**What the task requires:** From the listing below, copy only the lines running from the line that contains "20.0 + 5.0 * k as f64" to the line that contains "impl DAE<f64, Vector> for Cells", both included.

**Information provided:**
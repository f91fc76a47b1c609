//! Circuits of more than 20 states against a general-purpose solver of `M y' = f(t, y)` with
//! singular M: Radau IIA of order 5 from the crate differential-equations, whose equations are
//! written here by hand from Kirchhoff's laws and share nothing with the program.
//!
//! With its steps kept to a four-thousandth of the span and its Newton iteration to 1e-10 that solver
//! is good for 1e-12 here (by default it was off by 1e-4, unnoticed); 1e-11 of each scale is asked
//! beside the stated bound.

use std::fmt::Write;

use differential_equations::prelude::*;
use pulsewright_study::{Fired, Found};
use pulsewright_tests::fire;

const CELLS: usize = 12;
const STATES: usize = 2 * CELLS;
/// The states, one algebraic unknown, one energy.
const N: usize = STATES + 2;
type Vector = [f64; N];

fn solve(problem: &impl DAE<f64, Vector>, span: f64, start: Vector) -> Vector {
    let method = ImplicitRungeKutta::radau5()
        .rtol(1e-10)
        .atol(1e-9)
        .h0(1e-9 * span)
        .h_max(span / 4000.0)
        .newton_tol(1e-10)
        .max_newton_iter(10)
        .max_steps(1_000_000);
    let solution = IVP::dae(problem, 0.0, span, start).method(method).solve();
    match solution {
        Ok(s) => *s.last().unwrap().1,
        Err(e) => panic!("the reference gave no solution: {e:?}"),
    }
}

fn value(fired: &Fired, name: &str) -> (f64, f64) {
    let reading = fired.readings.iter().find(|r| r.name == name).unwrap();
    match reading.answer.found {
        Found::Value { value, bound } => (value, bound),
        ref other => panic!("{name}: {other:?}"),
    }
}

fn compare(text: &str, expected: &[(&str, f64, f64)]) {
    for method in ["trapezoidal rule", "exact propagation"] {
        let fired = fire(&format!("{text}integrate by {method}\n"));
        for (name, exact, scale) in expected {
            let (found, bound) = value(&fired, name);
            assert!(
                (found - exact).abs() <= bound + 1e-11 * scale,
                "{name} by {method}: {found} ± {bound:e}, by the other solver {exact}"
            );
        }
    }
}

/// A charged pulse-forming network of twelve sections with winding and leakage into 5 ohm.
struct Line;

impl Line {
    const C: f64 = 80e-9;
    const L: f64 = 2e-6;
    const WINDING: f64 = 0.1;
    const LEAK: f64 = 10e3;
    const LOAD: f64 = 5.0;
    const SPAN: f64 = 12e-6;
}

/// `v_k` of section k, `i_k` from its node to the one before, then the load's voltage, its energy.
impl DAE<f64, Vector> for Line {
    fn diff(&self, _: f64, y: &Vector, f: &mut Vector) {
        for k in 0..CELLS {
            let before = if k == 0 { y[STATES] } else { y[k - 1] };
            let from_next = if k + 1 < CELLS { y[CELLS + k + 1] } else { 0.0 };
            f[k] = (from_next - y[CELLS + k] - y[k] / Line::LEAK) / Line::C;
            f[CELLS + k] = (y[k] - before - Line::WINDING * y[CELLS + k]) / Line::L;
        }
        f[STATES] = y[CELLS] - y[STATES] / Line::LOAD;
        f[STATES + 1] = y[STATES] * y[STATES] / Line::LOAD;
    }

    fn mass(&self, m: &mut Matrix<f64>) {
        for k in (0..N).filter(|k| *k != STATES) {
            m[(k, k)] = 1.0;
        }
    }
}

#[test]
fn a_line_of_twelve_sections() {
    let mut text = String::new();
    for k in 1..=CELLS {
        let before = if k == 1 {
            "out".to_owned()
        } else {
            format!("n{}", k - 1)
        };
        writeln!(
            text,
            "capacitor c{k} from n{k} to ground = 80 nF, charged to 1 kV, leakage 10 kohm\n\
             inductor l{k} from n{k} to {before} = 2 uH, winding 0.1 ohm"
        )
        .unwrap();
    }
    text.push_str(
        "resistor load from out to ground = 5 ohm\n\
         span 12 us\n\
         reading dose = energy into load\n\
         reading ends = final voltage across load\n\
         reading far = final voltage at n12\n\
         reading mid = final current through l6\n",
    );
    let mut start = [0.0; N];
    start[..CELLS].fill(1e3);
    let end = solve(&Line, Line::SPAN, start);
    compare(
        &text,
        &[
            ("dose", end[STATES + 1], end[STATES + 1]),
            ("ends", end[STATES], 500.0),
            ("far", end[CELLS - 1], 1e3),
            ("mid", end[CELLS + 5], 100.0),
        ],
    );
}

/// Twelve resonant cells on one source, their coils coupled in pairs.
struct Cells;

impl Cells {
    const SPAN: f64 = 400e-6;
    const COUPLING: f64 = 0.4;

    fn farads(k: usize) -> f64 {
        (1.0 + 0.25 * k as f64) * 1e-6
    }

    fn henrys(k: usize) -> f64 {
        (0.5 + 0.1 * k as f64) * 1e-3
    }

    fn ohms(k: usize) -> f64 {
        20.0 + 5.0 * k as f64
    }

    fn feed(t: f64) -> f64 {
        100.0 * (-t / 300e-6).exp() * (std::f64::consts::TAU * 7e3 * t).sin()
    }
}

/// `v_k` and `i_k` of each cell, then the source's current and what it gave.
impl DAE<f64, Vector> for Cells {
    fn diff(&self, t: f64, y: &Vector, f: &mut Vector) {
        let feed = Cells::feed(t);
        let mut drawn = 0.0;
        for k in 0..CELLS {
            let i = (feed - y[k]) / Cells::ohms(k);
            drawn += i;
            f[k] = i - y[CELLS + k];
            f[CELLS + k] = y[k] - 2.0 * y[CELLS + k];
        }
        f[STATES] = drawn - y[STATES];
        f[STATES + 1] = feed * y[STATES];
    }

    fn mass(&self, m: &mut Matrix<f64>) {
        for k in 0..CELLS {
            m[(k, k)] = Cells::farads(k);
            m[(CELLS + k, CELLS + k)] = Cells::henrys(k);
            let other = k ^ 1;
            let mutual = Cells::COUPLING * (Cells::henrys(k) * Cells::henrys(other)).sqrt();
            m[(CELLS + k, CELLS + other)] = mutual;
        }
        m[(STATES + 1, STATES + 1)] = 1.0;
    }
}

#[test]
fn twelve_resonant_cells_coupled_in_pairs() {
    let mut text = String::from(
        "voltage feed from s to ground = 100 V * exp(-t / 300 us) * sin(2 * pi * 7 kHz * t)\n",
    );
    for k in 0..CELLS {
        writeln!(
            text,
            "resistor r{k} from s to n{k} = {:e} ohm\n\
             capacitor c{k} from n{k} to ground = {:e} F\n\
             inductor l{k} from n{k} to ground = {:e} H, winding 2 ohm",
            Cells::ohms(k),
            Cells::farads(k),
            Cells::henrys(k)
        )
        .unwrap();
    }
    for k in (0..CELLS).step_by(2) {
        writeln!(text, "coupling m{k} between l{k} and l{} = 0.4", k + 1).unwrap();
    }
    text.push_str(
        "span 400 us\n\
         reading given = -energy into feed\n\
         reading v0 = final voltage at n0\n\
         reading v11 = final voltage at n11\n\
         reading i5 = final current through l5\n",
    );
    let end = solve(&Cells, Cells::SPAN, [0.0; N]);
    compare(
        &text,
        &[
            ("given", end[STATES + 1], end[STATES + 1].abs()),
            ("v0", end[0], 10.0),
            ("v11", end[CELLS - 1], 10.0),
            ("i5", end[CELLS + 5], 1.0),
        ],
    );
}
...
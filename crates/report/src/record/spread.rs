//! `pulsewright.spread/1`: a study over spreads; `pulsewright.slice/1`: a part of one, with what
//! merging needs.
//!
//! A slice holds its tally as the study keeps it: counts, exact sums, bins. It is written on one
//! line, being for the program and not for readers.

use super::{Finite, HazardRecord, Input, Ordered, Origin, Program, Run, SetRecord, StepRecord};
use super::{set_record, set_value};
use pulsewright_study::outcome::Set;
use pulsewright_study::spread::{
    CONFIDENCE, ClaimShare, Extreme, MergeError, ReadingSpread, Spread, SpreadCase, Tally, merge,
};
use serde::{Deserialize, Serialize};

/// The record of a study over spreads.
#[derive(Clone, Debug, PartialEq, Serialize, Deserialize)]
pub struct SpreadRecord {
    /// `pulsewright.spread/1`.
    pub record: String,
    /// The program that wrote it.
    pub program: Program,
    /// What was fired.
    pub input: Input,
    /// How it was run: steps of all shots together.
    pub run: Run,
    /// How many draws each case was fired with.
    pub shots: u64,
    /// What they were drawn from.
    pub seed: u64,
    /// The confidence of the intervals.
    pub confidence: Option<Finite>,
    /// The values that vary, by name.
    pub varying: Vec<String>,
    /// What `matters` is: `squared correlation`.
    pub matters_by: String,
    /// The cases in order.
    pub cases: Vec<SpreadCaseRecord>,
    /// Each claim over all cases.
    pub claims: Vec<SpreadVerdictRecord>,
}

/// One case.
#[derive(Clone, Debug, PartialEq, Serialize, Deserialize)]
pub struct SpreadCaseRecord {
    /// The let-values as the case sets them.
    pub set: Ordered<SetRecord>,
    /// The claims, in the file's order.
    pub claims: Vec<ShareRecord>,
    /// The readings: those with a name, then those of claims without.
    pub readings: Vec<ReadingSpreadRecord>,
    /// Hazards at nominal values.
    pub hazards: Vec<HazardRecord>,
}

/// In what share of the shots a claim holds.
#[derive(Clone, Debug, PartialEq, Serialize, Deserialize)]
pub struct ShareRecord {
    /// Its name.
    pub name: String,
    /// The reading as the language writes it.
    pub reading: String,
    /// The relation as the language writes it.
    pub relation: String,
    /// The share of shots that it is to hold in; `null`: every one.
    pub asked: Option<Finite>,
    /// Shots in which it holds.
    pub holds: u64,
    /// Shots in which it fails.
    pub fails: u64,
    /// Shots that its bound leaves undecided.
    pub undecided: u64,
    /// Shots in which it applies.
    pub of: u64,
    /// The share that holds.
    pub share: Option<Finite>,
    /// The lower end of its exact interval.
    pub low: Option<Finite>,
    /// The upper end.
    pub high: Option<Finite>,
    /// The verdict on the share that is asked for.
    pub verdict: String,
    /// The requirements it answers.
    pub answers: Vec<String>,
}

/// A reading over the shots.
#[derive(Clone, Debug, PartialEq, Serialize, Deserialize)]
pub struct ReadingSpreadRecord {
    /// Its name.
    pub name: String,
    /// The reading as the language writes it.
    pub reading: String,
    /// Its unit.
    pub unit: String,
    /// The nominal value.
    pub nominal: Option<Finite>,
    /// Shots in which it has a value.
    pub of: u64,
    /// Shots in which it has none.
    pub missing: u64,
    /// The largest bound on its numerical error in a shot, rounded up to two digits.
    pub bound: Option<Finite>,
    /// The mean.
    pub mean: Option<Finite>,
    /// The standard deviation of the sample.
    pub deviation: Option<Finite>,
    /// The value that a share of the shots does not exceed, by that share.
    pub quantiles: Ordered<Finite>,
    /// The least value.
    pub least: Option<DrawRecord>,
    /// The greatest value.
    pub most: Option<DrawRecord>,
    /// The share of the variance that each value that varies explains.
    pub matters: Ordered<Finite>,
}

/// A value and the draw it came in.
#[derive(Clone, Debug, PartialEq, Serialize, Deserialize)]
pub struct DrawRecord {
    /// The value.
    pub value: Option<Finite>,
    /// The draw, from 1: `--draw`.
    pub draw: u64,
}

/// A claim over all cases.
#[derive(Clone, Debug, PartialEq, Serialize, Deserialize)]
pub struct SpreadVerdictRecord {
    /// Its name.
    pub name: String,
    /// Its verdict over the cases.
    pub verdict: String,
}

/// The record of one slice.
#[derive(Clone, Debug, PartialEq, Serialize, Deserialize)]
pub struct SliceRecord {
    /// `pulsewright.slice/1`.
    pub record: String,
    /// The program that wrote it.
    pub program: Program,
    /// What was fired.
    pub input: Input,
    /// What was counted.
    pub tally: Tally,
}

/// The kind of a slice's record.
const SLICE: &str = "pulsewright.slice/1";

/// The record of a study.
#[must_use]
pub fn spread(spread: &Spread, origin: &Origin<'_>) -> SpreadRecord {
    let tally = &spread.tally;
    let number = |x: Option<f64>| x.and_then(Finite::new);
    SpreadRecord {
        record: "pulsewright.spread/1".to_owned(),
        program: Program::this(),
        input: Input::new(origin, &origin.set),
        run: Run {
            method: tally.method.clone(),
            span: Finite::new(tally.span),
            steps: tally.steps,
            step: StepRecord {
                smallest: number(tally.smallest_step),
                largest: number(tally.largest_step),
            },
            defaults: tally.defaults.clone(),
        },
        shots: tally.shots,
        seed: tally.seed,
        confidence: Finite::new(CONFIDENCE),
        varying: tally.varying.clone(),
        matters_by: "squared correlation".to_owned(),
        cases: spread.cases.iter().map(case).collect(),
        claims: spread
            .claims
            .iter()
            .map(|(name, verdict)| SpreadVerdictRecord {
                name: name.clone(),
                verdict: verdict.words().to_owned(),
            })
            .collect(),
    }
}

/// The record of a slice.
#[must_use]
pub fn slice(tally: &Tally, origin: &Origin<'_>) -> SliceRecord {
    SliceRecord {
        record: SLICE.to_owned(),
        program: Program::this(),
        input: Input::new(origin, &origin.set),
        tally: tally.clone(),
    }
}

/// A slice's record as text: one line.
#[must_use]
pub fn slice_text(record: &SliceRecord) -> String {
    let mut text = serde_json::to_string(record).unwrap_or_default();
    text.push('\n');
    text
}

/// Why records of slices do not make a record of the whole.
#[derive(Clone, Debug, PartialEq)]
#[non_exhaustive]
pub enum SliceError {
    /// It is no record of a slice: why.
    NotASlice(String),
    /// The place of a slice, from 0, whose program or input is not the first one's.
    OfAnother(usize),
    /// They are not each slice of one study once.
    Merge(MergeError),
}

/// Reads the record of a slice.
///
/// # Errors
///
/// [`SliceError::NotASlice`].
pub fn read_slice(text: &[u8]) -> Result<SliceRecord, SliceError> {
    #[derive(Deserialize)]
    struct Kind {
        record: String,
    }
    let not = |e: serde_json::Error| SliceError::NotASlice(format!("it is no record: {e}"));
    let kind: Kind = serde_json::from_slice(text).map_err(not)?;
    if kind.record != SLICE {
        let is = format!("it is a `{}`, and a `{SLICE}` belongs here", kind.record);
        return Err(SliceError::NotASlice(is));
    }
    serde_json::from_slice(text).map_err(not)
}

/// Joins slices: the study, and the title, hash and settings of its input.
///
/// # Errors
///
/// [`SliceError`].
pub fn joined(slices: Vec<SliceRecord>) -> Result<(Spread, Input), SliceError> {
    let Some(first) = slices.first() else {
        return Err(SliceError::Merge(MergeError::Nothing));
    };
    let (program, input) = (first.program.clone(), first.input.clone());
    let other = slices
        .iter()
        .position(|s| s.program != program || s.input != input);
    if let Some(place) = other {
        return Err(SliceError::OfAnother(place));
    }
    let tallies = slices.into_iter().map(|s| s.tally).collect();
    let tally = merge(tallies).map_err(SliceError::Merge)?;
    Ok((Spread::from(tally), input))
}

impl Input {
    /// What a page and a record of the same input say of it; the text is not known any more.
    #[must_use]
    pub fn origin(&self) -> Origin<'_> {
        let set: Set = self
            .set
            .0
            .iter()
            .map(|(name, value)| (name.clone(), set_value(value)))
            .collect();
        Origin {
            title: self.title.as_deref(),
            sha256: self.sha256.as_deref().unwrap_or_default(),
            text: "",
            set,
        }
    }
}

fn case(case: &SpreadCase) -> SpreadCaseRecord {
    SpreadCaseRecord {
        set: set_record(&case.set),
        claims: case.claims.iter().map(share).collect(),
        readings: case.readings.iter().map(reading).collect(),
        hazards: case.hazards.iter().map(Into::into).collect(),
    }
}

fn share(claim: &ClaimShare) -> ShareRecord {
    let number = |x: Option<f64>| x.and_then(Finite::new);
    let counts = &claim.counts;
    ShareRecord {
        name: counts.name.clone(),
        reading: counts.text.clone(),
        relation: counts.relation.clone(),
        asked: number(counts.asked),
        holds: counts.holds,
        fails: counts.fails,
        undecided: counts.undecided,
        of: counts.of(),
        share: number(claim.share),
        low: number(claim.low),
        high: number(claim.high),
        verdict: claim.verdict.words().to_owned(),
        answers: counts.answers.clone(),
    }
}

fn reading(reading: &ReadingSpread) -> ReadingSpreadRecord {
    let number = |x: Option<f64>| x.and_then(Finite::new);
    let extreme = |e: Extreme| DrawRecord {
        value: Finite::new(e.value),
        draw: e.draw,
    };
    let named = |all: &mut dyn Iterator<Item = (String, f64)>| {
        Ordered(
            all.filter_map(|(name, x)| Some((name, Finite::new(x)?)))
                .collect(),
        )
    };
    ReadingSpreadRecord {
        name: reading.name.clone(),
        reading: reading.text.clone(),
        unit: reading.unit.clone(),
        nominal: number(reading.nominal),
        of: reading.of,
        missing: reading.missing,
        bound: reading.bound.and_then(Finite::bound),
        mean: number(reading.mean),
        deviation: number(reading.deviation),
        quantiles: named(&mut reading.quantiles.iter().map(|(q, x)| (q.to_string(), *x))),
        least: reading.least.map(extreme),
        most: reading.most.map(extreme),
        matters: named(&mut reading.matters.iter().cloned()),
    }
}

**Finished exercise:**
        20.0 + 5.0 * k as f64
    }

    fn feed(t: f64) -> f64 {
        100.0 * (-t / 300e-6).exp() * (std::f64::consts::TAU * 7e3 * t).sin()
    }
}

/// `v_k` and `i_k` of each cell, then the source's current and what it gave.
impl DAE<f64, Vector> for Cells {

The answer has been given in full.